━━━ MATERIAL FOR THIS TASK

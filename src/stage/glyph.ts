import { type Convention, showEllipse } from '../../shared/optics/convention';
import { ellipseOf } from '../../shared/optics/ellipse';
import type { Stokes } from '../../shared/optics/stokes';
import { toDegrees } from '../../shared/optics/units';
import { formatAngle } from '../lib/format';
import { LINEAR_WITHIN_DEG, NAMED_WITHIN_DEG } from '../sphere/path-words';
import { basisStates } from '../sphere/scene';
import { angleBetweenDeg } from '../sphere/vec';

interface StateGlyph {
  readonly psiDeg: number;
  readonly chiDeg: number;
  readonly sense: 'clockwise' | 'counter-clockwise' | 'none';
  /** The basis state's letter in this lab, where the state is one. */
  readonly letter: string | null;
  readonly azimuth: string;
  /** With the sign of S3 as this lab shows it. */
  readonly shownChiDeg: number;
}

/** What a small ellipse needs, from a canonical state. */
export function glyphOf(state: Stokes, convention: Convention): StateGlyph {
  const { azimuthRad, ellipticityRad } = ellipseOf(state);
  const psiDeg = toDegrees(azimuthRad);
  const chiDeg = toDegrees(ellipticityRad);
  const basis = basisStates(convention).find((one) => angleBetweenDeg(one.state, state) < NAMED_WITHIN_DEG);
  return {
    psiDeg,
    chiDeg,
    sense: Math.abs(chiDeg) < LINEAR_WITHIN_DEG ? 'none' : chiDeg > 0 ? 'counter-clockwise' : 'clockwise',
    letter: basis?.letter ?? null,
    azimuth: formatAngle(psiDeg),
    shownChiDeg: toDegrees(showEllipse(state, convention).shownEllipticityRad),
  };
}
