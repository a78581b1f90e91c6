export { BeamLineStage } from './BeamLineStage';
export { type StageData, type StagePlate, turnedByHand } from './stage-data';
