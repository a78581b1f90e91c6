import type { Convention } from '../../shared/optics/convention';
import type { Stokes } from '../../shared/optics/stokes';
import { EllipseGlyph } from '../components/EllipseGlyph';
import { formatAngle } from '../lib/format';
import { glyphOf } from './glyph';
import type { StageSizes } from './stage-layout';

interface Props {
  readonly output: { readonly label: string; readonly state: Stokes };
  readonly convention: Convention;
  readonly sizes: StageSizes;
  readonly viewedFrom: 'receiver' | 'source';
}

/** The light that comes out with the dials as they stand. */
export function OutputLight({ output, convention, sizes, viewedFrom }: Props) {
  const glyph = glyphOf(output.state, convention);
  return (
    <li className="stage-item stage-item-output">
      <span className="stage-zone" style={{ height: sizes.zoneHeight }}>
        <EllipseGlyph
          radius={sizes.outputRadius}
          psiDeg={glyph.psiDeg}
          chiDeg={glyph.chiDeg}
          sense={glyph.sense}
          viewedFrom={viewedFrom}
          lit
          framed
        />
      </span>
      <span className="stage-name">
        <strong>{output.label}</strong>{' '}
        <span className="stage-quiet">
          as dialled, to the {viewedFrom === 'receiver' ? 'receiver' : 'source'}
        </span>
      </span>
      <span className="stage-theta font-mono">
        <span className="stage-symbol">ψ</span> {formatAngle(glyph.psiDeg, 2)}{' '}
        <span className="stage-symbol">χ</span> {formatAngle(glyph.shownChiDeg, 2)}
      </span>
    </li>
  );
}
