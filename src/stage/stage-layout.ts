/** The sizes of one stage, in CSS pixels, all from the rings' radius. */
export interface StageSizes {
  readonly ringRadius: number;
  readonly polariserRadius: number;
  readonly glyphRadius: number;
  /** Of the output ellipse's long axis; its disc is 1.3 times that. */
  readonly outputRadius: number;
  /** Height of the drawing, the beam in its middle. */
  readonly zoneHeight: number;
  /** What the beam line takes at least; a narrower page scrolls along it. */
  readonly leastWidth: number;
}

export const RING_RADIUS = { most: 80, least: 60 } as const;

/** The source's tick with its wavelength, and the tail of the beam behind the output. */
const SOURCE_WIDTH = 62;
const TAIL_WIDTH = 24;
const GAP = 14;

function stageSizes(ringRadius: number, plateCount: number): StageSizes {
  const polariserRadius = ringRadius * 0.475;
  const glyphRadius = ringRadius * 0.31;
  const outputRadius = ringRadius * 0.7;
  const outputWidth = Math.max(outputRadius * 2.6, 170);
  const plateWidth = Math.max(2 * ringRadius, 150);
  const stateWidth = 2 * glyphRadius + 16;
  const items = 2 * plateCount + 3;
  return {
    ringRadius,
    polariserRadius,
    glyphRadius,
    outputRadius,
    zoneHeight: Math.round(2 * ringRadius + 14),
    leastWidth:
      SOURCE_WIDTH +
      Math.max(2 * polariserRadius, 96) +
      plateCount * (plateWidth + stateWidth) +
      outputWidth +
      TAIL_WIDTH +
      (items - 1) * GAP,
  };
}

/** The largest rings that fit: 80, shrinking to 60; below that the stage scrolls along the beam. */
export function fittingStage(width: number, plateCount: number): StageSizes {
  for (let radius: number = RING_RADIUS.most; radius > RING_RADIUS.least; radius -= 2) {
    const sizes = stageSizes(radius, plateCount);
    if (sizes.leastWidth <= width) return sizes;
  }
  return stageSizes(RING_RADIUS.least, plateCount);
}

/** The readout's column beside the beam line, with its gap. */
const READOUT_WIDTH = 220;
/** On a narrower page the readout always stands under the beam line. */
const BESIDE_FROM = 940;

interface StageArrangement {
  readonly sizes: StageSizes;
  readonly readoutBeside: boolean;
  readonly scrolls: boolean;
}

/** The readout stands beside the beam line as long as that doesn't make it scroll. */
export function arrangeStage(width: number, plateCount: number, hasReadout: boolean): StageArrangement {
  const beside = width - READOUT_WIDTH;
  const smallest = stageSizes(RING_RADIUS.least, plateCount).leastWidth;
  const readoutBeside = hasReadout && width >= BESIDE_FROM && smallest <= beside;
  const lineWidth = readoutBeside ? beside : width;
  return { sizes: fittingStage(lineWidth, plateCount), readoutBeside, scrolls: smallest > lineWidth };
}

━━━━━━

Each line of the listing above that contains the word "EllipseGlyph" is to be copied.

import { EllipseGlyph } from '../components/EllipseGlyph';
        <EllipseGlyph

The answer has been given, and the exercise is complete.